(Saved data entries)
★ ★ ★ ★ ★

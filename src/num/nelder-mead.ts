/**
 * Nelder–Mead downhill simplex minimiser, deterministic, with restarts.
 *
 * Nelder & Mead, "A simplex method for function minimization", Computer Journal 7 (1965)
 * 308-313; coefficients reflection 1, expansion 2, contraction 1/2, shrink 1/2 (the standard
 * choice, also in Lagarias et al., SIAM J. Optim. 9 (1998) 112-147). A restart rebuilds the
 * initial simplex around the best point found so far: the simplex can collapse onto a line
 * away from the minimum, and rebuilding it costs little (Press et al., Numerical Recipes,
 * section 10.5, recommend restarting at the claimed minimum).
 */

/** Options of `nelderMead`. */
export interface NelderMeadOptions {
  /** Initial step per coordinate (same length as x0); default 10 % of |x0[i]|, or 0.1 where x0[i] = 0. */
  step?: ArrayLike<number>;
  /** Lower bounds (points are clamped into the box before evaluation). */
  lower?: ArrayLike<number>;
  /** Upper bounds. */
  upper?: ArrayLike<number>;
  /** Stop when (fmax − fmin) <= fTolerance · (|fmin| + tiny) and the simplex is small. Default 1e-10. */
  fTolerance?: number;
  /** Stop when every vertex is within xTolerance of the best, per coordinate, relative to the step. Default 1e-8. */
  xTolerance?: number;
  /** Maximum number of function evaluations over all restarts. Default 2000 · n. */
  maxEvaluations?: number;
  /** Number of restarts after the first convergence. Default 2. */
  restarts?: number;
}

/** Result of `nelderMead`. */
export interface NelderMeadResult {
  x: Float64Array;
  f: number;
  evaluations: number;
  /** True when the last run met the tolerances before the evaluation budget ran out. */
  converged: boolean;
}

/**
 * Minimise f over R^n (optionally a box). Deterministic: the same inputs give the same result.
 * f must not keep the array it is given (it is reused).
 */
export function nelderMead(
  f: (x: Float64Array) => number,
  x0: ArrayLike<number>,
  options: NelderMeadOptions = {},
): NelderMeadResult {
  const search = nelderMeadSearch(x0, options);
  let next = search.next();
  while (!next.done) next = search.next(f(next.value));
  return next.value;
}

/**
 * The same search as `nelderMead`, driven from outside one evaluation at a time, so a caller can
 * stop between evaluations and go on later (a screen that must keep answering keys): each
 * `next(value)` hands in f at the point the previous step yielded and yields the next point
 * (the first `next()` takes no value). The yielded array is reused: read it before the next call.
 * Returns the result when the search ends.
 */
export function* nelderMeadSearch(
  x0: ArrayLike<number>,
  options: NelderMeadOptions = {},
): Generator<Float64Array, NelderMeadResult, number> {
  const n = x0.length;
  if (n === 0) throw new RangeError('nelderMead: x0 is empty');
  const lower = options.lower;
  const upper = options.upper;
  const fTol = options.fTolerance ?? 1e-10;
  const xTol = options.xTolerance ?? 1e-8;
  const maxEval = options.maxEvaluations ?? 2000 * n;
  const restarts = options.restarts ?? 2;
  const step = new Float64Array(n);
  for (let i = 0; i < n; i++) {
    const s = options.step?.[i];
    step[i] = s !== undefined && s !== 0 ? s : x0[i] !== 0 ? 0.1 * Math.abs(x0[i]) : 0.1;
  }

  const clamp = (x: Float64Array): void => {
    for (let i = 0; i < n; i++) {
      if (lower && x[i] < lower[i]) x[i] = lower[i];
      if (upper && x[i] > upper[i]) x[i] = upper[i];
    }
  };
  let evaluations = 0;
  // A non-finite cost is treated as +Infinity so the simplex moves away from it.
  const finite = (v: number): number => (Number.isFinite(v) ? v : Infinity);

  // n+1 vertices, each a Float64Array; values fv.
  const simplex: Float64Array[] = [];
  for (let j = 0; j <= n; j++) simplex.push(new Float64Array(n));
  const fv = new Float64Array(n + 1);
  const centroid = new Float64Array(n);
  const xr = new Float64Array(n);
  const xe = new Float64Array(n);
  const xc = new Float64Array(n);
  const best = Float64Array.from(x0);
  clamp(best);
  evaluations++;
  let fBest = finite(yield Float64Array.from(best));
  let converged = false;

  for (let run = 0; run <= restarts && evaluations < maxEval; run++) {
    // Build the simplex around the best point; flip a step that leaves the box.
    simplex[0].set(best);
    fv[0] = fBest;
    for (let j = 1; j <= n; j++) {
      const v = simplex[j];
      v.set(best);
      let s = step[j - 1];
      if (upper && v[j - 1] + s > upper[j - 1]) s = -s;
      if (lower && v[j - 1] + s < lower[j - 1]) s = -s;
      v[j - 1] += s;
      clamp(v);
      evaluations++;
      fv[j] = finite(yield v);
    }
    converged = false;
    while (evaluations < maxEval) {
      // Order: find best (lo), worst (hi) and second worst (nh).
      let lo = 0;
      let hi = 0;
      for (let j = 1; j <= n; j++) {
        if (fv[j] < fv[lo]) lo = j;
        if (fv[j] > fv[hi]) hi = j;
      }
      let nh = lo;
      for (let j = 0; j <= n; j++) if (j !== hi && fv[j] > fv[nh]) nh = j;

      // Convergence: values and vertices both tight.
      let xSpread = 0;
      for (let j = 0; j <= n; j++) {
        for (let i = 0; i < n; i++) {
          const d = Math.abs(simplex[j][i] - simplex[lo][i]) / Math.abs(step[i]);
          if (d > xSpread) xSpread = d;
        }
      }
      const fSpread = fv[hi] - fv[lo];
      if ((fSpread <= fTol * (Math.abs(fv[lo]) + 1e-300) || fSpread === 0) && xSpread <= xTol * 1e4) {
        converged = true;
        break;
      }
      if (xSpread <= xTol) {
        converged = true;
        break;
      }

      centroid.fill(0);
      for (let j = 0; j <= n; j++) {
        if (j === hi) continue;
        for (let i = 0; i < n; i++) centroid[i] += simplex[j][i] / n;
      }
      for (let i = 0; i < n; i++) xr[i] = centroid[i] + (centroid[i] - simplex[hi][i]);
      clamp(xr);
      evaluations++;
      const fr = finite(yield xr);
      if (fr < fv[lo]) {
        for (let i = 0; i < n; i++) xe[i] = centroid[i] + 2 * (centroid[i] - simplex[hi][i]);
        clamp(xe);
        evaluations++;
        const fe = finite(yield xe);
        if (fe < fr) {
          simplex[hi].set(xe);
          fv[hi] = fe;
        } else {
          simplex[hi].set(xr);
          fv[hi] = fr;
        }
        continue;
      }
      if (fr < fv[nh]) {
        simplex[hi].set(xr);
        fv[hi] = fr;
        continue;
      }
      // Contraction: outside if the reflected point beats the worst, inside otherwise.
      const outside = fr < fv[hi];
      for (let i = 0; i < n; i++) {
        xc[i] = outside
          ? centroid[i] + 0.5 * (xr[i] - centroid[i])
          : centroid[i] + 0.5 * (simplex[hi][i] - centroid[i]);
      }
      clamp(xc);
      evaluations++;
      const fc = finite(yield xc);
      if (fc < (outside ? fr : fv[hi])) {
        simplex[hi].set(xc);
        fv[hi] = fc;
        continue;
      }
      // Shrink towards the best vertex.
      for (let j = 0; j <= n; j++) {
        if (j === lo) continue;
        for (let i = 0; i < n; i++) simplex[j][i] = simplex[lo][i] + 0.5 * (simplex[j][i] - simplex[lo][i]);
        clamp(simplex[j]);
        evaluations++;
        fv[j] = finite(yield simplex[j]);
      }
    }
    let lo = 0;
    for (let j = 1; j <= n; j++) if (fv[j] < fv[lo]) lo = j;
    const improved = fv[lo] < fBest;
    if (fv[lo] <= fBest) {
      fBest = fv[lo];
      best.set(simplex[lo]);
    }
    // Restart with a smaller simplex: the run converged, so the scale is known better now.
    for (let i = 0; i < n; i++) step[i] *= 0.5;
    if (!improved && run > 0) break;
  }
  return { x: best, f: fBest, evaluations, converged };
}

★ ★ ★ ★ ★

## What needs to be done
As the answer, set down only the lines from the data above between the one holding "ran out. */" and the one holding "const fTol = options.fTolerance ?? 1e-10;", inclusive, exactly as they read.

## Output of the task
  /** True when the last run met the tolerances before the evaluation budget ran out. */
  converged: boolean;
}

/**
 * Minimise f over R^n (optionally a box). Deterministic: the same inputs give the same result.
 * f must not keep the array it is given (it is reused).
 */
export function nelderMead(
  f: (x: Float64Array) => number,
  x0: ArrayLike<number>,
  options: NelderMeadOptions = {},
): NelderMeadResult {
  const search = nelderMeadSearch(x0, options);
  let next = search.next();
  while (!next.done) next = search.next(f(next.value));
  return next.value;
}

/**
 * The same search as `nelderMead`, driven from outside one evaluation at a time, so a caller can
 * stop between evaluations and go on later (a screen that must keep answering keys): each
 * `next(value)` hands in f at the point the previous step yielded and yields the next point
 * (the first `next()` takes no value). The yielded array is reused: read it before the next call.
 * Returns the result when the search ends.
 */
export function* nelderMeadSearch(
  x0: ArrayLike<number>,
  options: NelderMeadOptions = {},
): Generator<Float64Array, NelderMeadResult, number> {
  const n = x0.length;
  if (n === 0) throw new RangeError('nelderMead: x0 is empty');
  const lower = options.lower;
  const upper = options.upper;
  const fTol = options.fTolerance ?? 1e-10;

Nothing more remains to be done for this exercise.